Data under study: Begin
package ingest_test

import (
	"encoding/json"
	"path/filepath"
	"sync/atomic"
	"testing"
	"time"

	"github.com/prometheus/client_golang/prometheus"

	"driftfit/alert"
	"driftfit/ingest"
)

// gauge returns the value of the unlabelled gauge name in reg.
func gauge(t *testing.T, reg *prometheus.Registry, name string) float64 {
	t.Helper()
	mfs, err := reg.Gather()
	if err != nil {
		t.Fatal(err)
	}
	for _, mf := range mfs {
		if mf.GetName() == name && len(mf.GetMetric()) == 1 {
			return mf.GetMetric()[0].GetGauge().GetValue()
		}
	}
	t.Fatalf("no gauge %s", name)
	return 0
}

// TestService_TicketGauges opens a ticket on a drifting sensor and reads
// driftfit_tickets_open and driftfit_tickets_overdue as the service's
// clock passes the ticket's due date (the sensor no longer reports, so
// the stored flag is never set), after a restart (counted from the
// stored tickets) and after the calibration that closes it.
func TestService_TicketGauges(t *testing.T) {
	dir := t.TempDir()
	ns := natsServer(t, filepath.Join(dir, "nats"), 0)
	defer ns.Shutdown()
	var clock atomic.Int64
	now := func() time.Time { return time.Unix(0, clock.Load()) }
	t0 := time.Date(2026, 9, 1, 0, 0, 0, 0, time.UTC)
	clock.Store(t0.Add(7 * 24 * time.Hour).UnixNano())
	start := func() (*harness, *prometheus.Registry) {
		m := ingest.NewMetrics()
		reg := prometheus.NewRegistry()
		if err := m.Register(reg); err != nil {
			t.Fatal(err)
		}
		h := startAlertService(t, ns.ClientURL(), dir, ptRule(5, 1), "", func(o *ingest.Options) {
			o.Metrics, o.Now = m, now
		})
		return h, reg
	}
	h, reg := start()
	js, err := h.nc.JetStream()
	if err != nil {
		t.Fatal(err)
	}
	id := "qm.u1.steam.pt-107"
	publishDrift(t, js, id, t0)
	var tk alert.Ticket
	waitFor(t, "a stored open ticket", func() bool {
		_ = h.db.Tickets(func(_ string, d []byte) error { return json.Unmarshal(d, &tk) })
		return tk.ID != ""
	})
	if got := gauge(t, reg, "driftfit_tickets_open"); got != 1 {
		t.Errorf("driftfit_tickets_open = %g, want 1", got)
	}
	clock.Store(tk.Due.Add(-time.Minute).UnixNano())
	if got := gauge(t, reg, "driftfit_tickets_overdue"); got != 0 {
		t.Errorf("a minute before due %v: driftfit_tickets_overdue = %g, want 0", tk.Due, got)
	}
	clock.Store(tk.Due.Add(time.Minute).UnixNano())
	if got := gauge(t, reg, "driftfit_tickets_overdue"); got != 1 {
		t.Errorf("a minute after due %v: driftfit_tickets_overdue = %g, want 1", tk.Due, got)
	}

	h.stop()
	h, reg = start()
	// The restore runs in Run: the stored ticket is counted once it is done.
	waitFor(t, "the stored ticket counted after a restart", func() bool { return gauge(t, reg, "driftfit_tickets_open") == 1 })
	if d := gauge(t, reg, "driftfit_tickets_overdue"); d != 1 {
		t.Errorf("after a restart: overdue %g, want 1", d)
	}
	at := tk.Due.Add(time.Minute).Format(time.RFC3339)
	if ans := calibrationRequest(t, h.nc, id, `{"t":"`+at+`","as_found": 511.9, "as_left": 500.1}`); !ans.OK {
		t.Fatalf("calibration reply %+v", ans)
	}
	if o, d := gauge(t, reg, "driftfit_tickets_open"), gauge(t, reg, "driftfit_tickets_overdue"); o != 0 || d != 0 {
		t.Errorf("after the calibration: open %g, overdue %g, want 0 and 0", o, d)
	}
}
Data under study: End
* [Exercise] Output each entry precisely as given.

* [Result of the exercise]
package ingest_test

import (
	"encoding/json"
	"path/filepath"
	"sync/atomic"
	"testing"
	"time"

	"github.com/prometheus/client_golang/prometheus"

	"driftfit/alert"
	"driftfit/ingest"
)

// gauge returns the value of the unlabelled gauge name in reg.
func gauge(t *testing.T, reg *prometheus.Registry, name string) float64 {
	t.Helper()
	mfs, err := reg.Gather()
	if err != nil {
		t.Fatal(err)
	}
	for _, mf := range mfs {
		if mf.GetName() == name && len(mf.GetMetric()) == 1 {
			return mf.GetMetric()[0].GetGauge().GetValue()
		}
	}
	t.Fatalf("no gauge %s", name)
	return 0
}

// TestService_TicketGauges opens a ticket on a drifting sensor and reads
// driftfit_tickets_open and driftfit_tickets_overdue as the service's
// clock passes the ticket's due date (the sensor no longer reports, so
// the stored flag is never set), after a restart (counted from the
// stored tickets) and after the calibration that closes it.
func TestService_TicketGauges(t *testing.T) {
	dir := t.TempDir()
	ns := natsServer(t, filepath.Join(dir, "nats"), 0)
	defer ns.Shutdown()
	var clock atomic.Int64
	now := func() time.Time { return time.Unix(0, clock.Load()) }
	t0 := time.Date(2026, 9, 1, 0, 0, 0, 0, time.UTC)
	clock.Store(t0.Add(7 * 24 * time.Hour).UnixNano())
	start := func() (*harness, *prometheus.Registry) {
		m := ingest.NewMetrics()
		reg := prometheus.NewRegistry()
		if err := m.Register(reg); err != nil {
			t.Fatal(err)
		}
		h := startAlertService(t, ns.ClientURL(), dir, ptRule(5, 1), "", func(o *ingest.Options) {
			o.Metrics, o.Now = m, now
		})
		return h, reg
	}
	h, reg := start()
	js, err := h.nc.JetStream()
	if err != nil {
		t.Fatal(err)
	}
	id := "qm.u1.steam.pt-107"
	publishDrift(t, js, id, t0)
	var tk alert.Ticket
	waitFor(t, "a stored open ticket", func() bool {
		_ = h.db.Tickets(func(_ string, d []byte) error { return json.Unmarshal(d, &tk) })
		return tk.ID != ""
	})
	if got := gauge(t, reg, "driftfit_tickets_open"); got != 1 {
		t.Errorf("driftfit_tickets_open = %g, want 1", got)
	}
	clock.Store(tk.Due.Add(-time.Minute).UnixNano())
	if got := gauge(t, reg, "driftfit_tickets_overdue"); got != 0 {
		t.Errorf("a minute before due %v: driftfit_tickets_overdue = %g, want 0", tk.Due, got)
	}
	clock.Store(tk.Due.Add(time.Minute).UnixNano())
	if got := gauge(t, reg, "driftfit_tickets_overdue"); got != 1 {
		t.Errorf("a minute after due %v: driftfit_tickets_overdue = %g, want 1", tk.Due, got)
	}

	h.stop()
	h, reg = start()
	// The restore runs in Run: the stored ticket is counted once it is done.
	waitFor(t, "the stored ticket counted after a restart", func() bool { return gauge(t, reg, "driftfit_tickets_open") == 1 })
	if d := gauge(t, reg, "driftfit_tickets_overdue"); d != 1 {
		t.Errorf("after a restart: overdue %g, want 1", d)
	}
	at := tk.Due.Add(time.Minute).Format(time.RFC3339)
	if ans := calibrationRequest(t, h.nc, id, `{"t":"`+at+`","as_found": 511.9, "as_left": 500.1}`); !ans.OK {
		t.Fatalf("calibration reply %+v", ans)
	}
	if o, d := gauge(t, reg, "driftfit_tickets_open"), gauge(t, reg, "driftfit_tickets_overdue"); o != 0 || d != 0 {
		t.Errorf("after the calibration: open %g, overdue %g, want 0 and 0", o, d)
	}
}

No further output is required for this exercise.